### Goal of the exercise:
The reply should be a single number: the count of lines below that contain the word "format".

=====

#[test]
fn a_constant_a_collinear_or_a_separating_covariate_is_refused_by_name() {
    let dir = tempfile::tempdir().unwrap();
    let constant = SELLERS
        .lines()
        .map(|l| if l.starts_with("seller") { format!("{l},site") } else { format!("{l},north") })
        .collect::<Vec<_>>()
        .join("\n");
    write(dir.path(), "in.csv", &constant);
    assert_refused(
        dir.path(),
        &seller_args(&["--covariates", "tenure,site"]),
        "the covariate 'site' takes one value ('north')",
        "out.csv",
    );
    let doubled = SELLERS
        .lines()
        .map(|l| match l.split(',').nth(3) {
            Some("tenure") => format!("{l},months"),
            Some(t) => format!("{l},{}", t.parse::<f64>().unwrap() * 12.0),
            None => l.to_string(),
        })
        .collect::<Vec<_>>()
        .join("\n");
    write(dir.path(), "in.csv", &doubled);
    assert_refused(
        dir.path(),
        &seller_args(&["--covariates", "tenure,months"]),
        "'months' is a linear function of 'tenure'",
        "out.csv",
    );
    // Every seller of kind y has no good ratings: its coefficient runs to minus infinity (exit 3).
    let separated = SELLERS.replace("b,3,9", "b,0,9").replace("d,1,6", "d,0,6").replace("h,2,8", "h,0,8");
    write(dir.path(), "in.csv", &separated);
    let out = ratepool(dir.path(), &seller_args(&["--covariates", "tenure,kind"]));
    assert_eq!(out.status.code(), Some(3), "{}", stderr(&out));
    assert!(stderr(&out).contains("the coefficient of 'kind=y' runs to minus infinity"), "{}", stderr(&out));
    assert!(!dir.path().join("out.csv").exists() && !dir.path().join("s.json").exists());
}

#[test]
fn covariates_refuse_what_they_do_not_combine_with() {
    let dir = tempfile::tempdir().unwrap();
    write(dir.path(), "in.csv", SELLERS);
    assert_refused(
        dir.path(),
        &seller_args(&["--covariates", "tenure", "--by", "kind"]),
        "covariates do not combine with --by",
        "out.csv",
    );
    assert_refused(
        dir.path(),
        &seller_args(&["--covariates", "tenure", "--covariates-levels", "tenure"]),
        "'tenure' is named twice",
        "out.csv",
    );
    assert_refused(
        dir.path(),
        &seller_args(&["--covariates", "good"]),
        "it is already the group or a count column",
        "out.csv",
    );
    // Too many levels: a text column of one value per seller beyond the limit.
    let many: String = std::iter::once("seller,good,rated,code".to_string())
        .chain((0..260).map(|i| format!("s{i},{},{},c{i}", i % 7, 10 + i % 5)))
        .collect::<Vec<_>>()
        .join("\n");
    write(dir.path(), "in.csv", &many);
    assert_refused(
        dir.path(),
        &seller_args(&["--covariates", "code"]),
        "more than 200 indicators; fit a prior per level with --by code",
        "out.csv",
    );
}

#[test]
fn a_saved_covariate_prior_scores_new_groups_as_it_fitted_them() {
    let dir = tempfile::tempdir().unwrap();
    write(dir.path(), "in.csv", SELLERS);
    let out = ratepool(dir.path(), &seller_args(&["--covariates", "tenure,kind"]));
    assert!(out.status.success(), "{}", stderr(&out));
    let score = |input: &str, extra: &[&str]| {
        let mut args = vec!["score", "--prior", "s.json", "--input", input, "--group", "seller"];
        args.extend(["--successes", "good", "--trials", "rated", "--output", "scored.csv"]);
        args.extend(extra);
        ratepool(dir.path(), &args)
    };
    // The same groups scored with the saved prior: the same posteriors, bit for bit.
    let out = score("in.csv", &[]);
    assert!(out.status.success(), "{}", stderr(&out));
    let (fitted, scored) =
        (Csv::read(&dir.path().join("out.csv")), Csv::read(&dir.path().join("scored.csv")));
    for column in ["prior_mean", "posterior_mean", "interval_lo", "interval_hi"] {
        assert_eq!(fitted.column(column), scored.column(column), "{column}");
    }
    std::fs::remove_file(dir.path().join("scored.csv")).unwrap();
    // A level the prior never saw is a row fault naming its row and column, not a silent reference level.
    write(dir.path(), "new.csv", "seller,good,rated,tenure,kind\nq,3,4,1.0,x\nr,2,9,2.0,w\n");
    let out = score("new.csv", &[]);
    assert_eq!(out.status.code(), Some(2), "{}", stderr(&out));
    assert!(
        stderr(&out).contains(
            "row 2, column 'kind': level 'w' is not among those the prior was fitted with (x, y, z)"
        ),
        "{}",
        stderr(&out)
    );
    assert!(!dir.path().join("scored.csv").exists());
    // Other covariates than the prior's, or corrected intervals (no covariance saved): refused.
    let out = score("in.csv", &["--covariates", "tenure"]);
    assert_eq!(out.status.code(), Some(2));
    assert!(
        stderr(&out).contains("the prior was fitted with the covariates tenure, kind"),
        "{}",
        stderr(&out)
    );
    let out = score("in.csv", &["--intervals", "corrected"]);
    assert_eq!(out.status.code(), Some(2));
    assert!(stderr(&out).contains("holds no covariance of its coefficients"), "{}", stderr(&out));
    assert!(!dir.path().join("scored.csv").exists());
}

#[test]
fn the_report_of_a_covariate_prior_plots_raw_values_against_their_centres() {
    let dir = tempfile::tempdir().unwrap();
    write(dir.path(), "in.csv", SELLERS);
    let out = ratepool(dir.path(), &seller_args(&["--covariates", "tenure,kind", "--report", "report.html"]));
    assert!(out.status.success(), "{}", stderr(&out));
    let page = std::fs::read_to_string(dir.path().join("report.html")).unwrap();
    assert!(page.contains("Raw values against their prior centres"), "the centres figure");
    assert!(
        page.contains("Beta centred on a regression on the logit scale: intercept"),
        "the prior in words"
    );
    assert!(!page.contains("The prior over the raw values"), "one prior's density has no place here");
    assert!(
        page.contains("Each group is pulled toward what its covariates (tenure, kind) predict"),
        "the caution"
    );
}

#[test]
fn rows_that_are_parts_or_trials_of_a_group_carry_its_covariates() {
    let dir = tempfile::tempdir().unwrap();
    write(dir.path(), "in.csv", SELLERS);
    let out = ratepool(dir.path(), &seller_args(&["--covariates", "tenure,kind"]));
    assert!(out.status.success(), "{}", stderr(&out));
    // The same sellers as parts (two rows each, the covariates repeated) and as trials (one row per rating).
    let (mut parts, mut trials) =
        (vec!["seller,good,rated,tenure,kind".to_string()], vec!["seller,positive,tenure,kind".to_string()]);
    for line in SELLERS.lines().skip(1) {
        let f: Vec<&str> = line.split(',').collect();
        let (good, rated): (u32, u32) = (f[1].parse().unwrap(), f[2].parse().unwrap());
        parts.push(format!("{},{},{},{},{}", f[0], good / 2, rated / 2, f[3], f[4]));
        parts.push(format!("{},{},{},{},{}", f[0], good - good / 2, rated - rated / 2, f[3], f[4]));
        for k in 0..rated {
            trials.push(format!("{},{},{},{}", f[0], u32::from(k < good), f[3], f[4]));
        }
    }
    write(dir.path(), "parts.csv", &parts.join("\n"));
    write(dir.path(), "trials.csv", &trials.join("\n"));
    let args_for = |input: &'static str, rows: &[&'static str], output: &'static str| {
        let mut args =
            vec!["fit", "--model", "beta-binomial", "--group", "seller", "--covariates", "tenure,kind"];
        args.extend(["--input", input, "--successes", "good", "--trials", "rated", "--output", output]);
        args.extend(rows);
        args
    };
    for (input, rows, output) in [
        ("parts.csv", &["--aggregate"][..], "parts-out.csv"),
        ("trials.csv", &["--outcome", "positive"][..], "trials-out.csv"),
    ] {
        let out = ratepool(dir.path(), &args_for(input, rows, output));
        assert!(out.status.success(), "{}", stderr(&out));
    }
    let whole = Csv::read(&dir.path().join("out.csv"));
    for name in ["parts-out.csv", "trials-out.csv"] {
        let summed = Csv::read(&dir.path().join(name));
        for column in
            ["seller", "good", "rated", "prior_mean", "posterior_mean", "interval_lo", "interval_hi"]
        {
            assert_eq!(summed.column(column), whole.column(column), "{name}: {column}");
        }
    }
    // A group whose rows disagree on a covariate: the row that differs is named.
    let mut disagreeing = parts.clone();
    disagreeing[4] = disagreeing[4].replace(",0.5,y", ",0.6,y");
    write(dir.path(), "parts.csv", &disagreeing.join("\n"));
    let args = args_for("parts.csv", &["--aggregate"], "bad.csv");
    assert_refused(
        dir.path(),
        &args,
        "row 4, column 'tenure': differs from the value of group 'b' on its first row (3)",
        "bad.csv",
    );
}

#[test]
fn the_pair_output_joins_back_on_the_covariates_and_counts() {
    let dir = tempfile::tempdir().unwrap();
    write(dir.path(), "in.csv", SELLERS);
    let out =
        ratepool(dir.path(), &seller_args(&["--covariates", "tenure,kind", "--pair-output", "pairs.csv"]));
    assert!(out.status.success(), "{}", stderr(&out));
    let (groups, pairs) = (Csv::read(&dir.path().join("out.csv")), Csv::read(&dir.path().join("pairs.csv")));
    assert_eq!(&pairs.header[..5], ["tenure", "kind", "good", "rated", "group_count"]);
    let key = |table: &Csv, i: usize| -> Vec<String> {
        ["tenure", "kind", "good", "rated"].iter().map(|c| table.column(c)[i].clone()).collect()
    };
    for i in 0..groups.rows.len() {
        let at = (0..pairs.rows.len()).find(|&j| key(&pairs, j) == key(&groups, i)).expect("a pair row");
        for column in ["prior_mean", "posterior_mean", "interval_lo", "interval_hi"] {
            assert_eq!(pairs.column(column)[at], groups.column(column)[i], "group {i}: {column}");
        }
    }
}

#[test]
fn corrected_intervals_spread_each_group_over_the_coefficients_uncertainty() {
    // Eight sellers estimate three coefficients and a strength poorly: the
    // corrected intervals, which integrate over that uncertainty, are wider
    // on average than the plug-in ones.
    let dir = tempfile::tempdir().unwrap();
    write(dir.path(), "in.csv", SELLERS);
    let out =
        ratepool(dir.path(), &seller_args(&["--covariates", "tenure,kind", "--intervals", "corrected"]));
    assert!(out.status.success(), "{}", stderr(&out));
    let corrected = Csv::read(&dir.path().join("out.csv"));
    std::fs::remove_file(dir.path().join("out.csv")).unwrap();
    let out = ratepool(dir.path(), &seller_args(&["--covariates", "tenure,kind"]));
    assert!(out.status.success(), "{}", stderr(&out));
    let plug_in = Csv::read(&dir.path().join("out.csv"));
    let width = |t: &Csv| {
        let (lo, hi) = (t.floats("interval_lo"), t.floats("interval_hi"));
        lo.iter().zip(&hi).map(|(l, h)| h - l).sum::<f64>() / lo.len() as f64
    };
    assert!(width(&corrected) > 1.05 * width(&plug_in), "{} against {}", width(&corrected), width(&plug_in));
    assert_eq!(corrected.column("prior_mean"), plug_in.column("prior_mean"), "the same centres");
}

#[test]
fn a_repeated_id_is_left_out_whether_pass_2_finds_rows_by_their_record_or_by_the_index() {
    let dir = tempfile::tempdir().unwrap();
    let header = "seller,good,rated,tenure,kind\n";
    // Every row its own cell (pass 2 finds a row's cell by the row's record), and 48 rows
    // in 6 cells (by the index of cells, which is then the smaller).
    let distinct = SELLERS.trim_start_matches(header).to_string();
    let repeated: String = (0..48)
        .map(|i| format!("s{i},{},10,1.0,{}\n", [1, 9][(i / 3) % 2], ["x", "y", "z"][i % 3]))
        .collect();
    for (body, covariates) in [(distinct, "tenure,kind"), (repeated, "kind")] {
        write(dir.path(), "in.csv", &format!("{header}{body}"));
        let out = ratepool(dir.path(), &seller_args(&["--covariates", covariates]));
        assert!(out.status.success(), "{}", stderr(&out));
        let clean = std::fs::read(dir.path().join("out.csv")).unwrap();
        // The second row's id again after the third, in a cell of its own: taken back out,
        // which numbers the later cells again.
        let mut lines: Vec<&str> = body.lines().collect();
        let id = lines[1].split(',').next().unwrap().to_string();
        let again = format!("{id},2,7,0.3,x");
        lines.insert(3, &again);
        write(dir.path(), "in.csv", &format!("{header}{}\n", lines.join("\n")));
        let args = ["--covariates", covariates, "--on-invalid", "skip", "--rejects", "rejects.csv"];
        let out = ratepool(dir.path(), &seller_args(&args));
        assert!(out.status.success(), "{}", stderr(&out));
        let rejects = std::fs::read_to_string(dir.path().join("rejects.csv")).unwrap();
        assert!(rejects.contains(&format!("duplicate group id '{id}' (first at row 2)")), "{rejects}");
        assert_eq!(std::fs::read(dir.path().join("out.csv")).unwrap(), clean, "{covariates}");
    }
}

=====

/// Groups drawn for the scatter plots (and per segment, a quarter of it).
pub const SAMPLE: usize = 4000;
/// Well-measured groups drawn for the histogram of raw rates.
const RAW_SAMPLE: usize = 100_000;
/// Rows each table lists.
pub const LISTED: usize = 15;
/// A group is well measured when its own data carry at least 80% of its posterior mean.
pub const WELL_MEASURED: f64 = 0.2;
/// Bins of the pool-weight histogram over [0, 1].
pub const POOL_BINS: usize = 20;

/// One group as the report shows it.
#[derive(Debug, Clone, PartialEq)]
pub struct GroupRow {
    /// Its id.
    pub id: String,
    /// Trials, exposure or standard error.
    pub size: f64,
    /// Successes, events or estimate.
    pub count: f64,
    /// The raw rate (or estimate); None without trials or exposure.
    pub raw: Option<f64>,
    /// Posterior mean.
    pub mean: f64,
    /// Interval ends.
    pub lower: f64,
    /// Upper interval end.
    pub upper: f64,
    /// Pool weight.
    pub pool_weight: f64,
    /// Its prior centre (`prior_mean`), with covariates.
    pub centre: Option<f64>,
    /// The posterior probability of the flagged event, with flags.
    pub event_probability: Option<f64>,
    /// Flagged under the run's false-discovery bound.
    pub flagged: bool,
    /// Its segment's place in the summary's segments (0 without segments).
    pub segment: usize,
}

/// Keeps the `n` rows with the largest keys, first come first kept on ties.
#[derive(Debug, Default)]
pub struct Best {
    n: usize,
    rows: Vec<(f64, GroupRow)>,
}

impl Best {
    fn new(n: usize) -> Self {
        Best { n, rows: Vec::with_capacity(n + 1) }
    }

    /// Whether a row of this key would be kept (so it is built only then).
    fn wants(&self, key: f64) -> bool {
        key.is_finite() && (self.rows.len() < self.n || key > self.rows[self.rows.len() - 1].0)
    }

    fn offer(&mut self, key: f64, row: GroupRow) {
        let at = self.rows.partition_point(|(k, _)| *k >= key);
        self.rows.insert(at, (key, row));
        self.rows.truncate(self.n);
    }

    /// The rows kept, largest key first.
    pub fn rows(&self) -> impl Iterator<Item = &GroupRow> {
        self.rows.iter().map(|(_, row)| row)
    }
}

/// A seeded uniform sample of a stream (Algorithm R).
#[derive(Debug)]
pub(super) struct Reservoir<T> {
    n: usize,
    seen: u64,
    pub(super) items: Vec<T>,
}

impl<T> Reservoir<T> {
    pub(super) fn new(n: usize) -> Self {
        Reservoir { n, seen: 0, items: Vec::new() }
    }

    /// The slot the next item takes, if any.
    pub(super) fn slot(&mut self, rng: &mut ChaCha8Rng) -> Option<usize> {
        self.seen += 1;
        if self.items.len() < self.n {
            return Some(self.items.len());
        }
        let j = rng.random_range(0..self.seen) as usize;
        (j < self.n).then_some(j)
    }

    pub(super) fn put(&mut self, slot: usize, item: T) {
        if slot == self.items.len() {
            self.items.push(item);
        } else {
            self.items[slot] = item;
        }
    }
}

=====

### Response box:
12